As those of you who follow my blog already know, my oldest two daughters were given up for adoption about 7 years ago. I've kept distant contact with them because I don't want to be a distraction from the ultimate goal of that adoption: stability. Well, over the last 12 months, contact has really picked up a lot between my youngest daughter (16 yrs) and the whole family. I say whole family because we are talking about my parents, her father's family, and my immediate family. While I am not overly thrilled about the first two, it is her choice, and I completely support her for it. All I have asked of her is to avoid putting me in a position of having to deal with my parents. Of course, I made it abundantly clear the issues we have are not her business and won't reflect on her whatsoever, blah blah blah. I sincerely mean that, though I doubt my parents will stick to it.

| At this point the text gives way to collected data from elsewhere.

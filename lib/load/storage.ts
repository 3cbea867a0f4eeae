/**
 * Heat storage for the hourly method (HoF 2021 ch. 18 radiant time series method, read): which
 * radiant time series suits the plan's mass, and which conduction time series each opaque
 * surface takes. Chosen once per plan (facing-independent).
 */
import type { PreparedEnvelope } from "./envelope";
import type { PlanInput } from "./input";
import { conductionTimeSeries, printedConductionTimeSeries } from "./time-series/conduction-time-series";
import { checkSeries, radiantTimeSeriesChoice, type ZoneMass } from "./time-series/radiant-time-series";
import { DESIGN_TEMPERATURE_SWING_F, interiorCapacitanceBtuPerF } from "./temperature-swing";

export interface TimeSeries {
  /** 24 factors, index 0 = the current hour, summing to 1. */
  factors: Float64Array;
  /** Index of the last non-zero factor (the sums stop there). */
  last: number;
}

export interface PreparedStorage {
  nonsolar: TimeSeries;
  solar: TimeSeries;
  /** Conduction time series of each facade's wall, in envelope.facades order. */
  walls: TimeSeries[];
  /** The ceiling below a vented attic: the whole roof–attic–ceiling stack's response. */
  ventedCeiling: TimeSeries;
  /** The insulated roof deck over an encapsulated attic (into the attic air). */
  encapsulatedRoof: TimeSeries;
  vaulted: TimeSeries;
  /** Interior heat capacity for the temperature swing, Btu/°F. */
  capacitanceBtuF: number;
  /** Conductance of the envelope surfaces to outdoors (air added per hour), Btu/h·°F. */
  envelopeConductanceBtuhF: number;
  /** What was chosen, for the result notes. */
  description: string;
}

function series(factors: Float64Array, field: string): TimeSeries {
  return { factors, last: checkSeries(field, factors) };
}

/**
 * HoF 2021 ch. 18 Table 17 roofs 7 and 8 (asphalt shingles, wood sheathing, air space, R-3.3 or
 * m²·K/W batt, air space, gypsum; total R 4.26 and 7.62 m²·K/W as printed) are the layers of
 * a shingled roof over an attic over an insulated ceiling. Our choice for a ceiling under a vented
 * attic: their series interpolated by the ceiling's total resistance (linear in R between the two,
 * the nearer one beyond them), so that the ceiling gain is delayed and damped as the roof above it.
 */
const ROOF_7_TOTAL_R_IP = 4.26 * 5.678;
const ROOF_8_TOTAL_R_IP = 7.62 * 5.678;

function ventedCeilingSeries(ceilingUBtuhFt2F: number): Float64Array {
  const r = ceilingUBtuhFt2F > 0 ? 1 / ceilingUBtuhFt2F : ROOF_8_TOTAL_R_IP;
  const t = Math.min(1, Math.max(0, (r - ROOF_7_TOTAL_R_IP) / (ROOF_8_TOTAL_R_IP - ROOF_7_TOTAL_R_IP)));
  const roof7 = printedConductionTimeSeries(17, 7);
  const roof8 = printedConductionTimeSeries(17, 8);
  const out = new Float64Array(24);
  for (let j = 0; j < 24; j++) out[j] = (1 - t) * roof7[j] + t * roof8[j];
  return out;
}

/**
 * The zone's RTS (ch. 18 Tables 19–20, representative zones of Table 21): light, with carpet, for a
 * wood-frame house on a carpeted slab or framed floors; medium for masonry walls or a slab with hard
 * floors (tile, bare), with or without carpet as the slab is covered. Glass: the plan's window area
 * as a share of its gross exterior wall area.
 */
function zoneRts(
  plan: PlanInput,
  envelope: PreparedEnvelope,
): { mass: ZoneMass; carpet: boolean; glassPct: number } {
  const masonry = envelope.facades.some((f) => f.wallMass === "masonry");
  const onSlab = plan.foundation.kind === "slab-on-grade" && plan.foundation.slabPerimeterFt > 0;
  const hardSlab = onSlab && plan.foundation.slabFloorCovering !== "carpet";
  let wallFt2 = 0;
  let glassFt2 = 0;
  for (const f of envelope.facades) {
    wallFt2 += plan.facades[f.facade].grossWallAreaFt2;
    for (const w of f.windows) glassFt2 += w.areaFt2;
  }
  const glassPct = wallFt2 > 0 ? Math.min(100, (100 * glassFt2) / wallFt2) : 0;
  return { mass: masonry || hardSlab ? "medium" : "light", carpet: !hardSlab, glassPct };
}

export function prepareStorage(plan: PlanInput, envelope: PreparedEnvelope): PreparedStorage {
  const zone = zoneRts(plan, envelope);
  const nonsolar = radiantTimeSeriesChoice({ ...zone, solar: false });
  const solar = radiantTimeSeriesChoice({ ...zone, solar: true });
  let envelopeConductanceBtuhF =
    envelope.attic.ceilingUaCool + envelope.vaulted.uaCool + envelope.skylight.uaCool;
  let wallNetFt2 = plan.garage.wallAreaFt2;
  for (const f of envelope.facades) {
    envelopeConductanceBtuhF += f.wallUaCool + f.doorUaCool;
    let openings = plan.facades[f.facade].doorAreaFt2;
    for (const w of f.windows) {
      envelopeConductanceBtuhF += w.uaCool;
      openings += w.areaFt2;
    }
    wallNetFt2 += plan.facades[f.facade].grossWallAreaFt2 - openings;
  }
  const capacitanceBtuF = interiorCapacitanceBtuPerF(
    plan.conditionedFloorAreaFt2,
    envelope.attic.ceilingAreaFt2 + plan.vaultedCeiling.areaFt2,
    wallNetFt2,
  );
  const ceilingU =
    envelope.attic.ceilingAreaFt2 > 0 ? envelope.attic.ceilingUaCool / envelope.attic.ceilingAreaFt2 : 0;
  return {
    nonsolar: series(nonsolar.series, "rts.nonsolar"),
    solar: series(solar.series, "rts.solar"),
    walls: envelope.facades.map((f) => series(conductionTimeSeries(f.wallBaseId), `cts.${f.facade}`)),
    ventedCeiling: series(ventedCeilingSeries(ceilingU), "cts.ceiling"),
    encapsulatedRoof: series(conductionTimeSeries(envelope.attic.roofBaseId), "cts.roofDeck"),
    vaulted: series(conductionTimeSeries(envelope.vaulted.baseId), "cts.vaulted"),
    capacitanceBtuF,
    envelopeConductanceBtuhF,
    description:
      `Heat storage: ${nonsolar.label}; ${solar.label}; wall, roof and ceiling gains through HoF 2021 ch. 18 ` +
      "conduction time series (Tables 16–17) chosen by assembly; capacity sized to hold the rooms within " +
      `${DESIGN_TEMPERATURE_SWING_F.toFixed(1)} °F of the set point (the 1.7 K swing of HoF 2021 ch. 17 Table 1) with an ` +
      `interior heat capacity of ${capacitanceBtuF.toFixed(0)} Btu/°F (linings and furnishings, ch. 18 Tables 18 and 21).`,
  };
}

And after this past week, I realize they are using my daughter to get to me, and I am furious. They are absofuckinglutely doing their best to taint my relationships with my children by passively interfering. I must say I am very proud of the fact that time and again I have managed to resist their baiting and have not sent any type of nasty email or even contacted them on any level until this past weekend. This latest correspondence I sent was very unemotional, to the point, and not exactly reaction inspiring, as tempting as doing the opposite was.
I let go of anger, and they start pushing some buttons, and I have not found a way to not get angry all over again. It doesn't help that I have zero control over my daughters visiting them. I am at a point that I just want to lay it all to waste. Contact every relative out there, send them all the proof of what neglectful pieces of shite my parents are and have an all out mud slinging fest. Like it would do any good since most of the family doesn't know us that much anyway. Gawr! I hate beating my head against a wall.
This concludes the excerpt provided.